- **Work to complete**: Write out only the tail of the records, beginning at the line containing "#pragma once" and including the last line, exactly as written.

◆ ◆ ◆ ◆

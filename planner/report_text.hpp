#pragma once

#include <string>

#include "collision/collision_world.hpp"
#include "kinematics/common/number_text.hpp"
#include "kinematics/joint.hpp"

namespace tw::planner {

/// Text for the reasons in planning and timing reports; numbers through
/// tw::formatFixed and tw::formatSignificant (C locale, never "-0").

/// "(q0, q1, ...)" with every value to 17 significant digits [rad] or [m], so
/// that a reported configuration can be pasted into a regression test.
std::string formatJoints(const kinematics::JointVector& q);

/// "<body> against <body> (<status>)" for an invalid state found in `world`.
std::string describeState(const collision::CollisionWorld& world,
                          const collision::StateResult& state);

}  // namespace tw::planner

◆ ◆ ◆ ◆

- **Result of this task**:
#pragma once

#include <string>

#include "collision/collision_world.hpp"
#include "kinematics/common/number_text.hpp"
#include "kinematics/joint.hpp"

namespace tw::planner {

/// Text for the reasons in planning and timing reports; numbers through
/// tw::formatFixed and tw::formatSignificant (C locale, never "-0").

/// "(q0, q1, ...)" with every value to 17 significant digits [rad] or [m], so
/// that a reported configuration can be pasted into a regression test.
std::string formatJoints(const kinematics::JointVector& q);

/// "<body> against <body> (<status>)" for an invalid state found in `world`.
std::string describeState(const collision::CollisionWorld& world,
                          const collision::StateResult& state);

}  // namespace tw::planner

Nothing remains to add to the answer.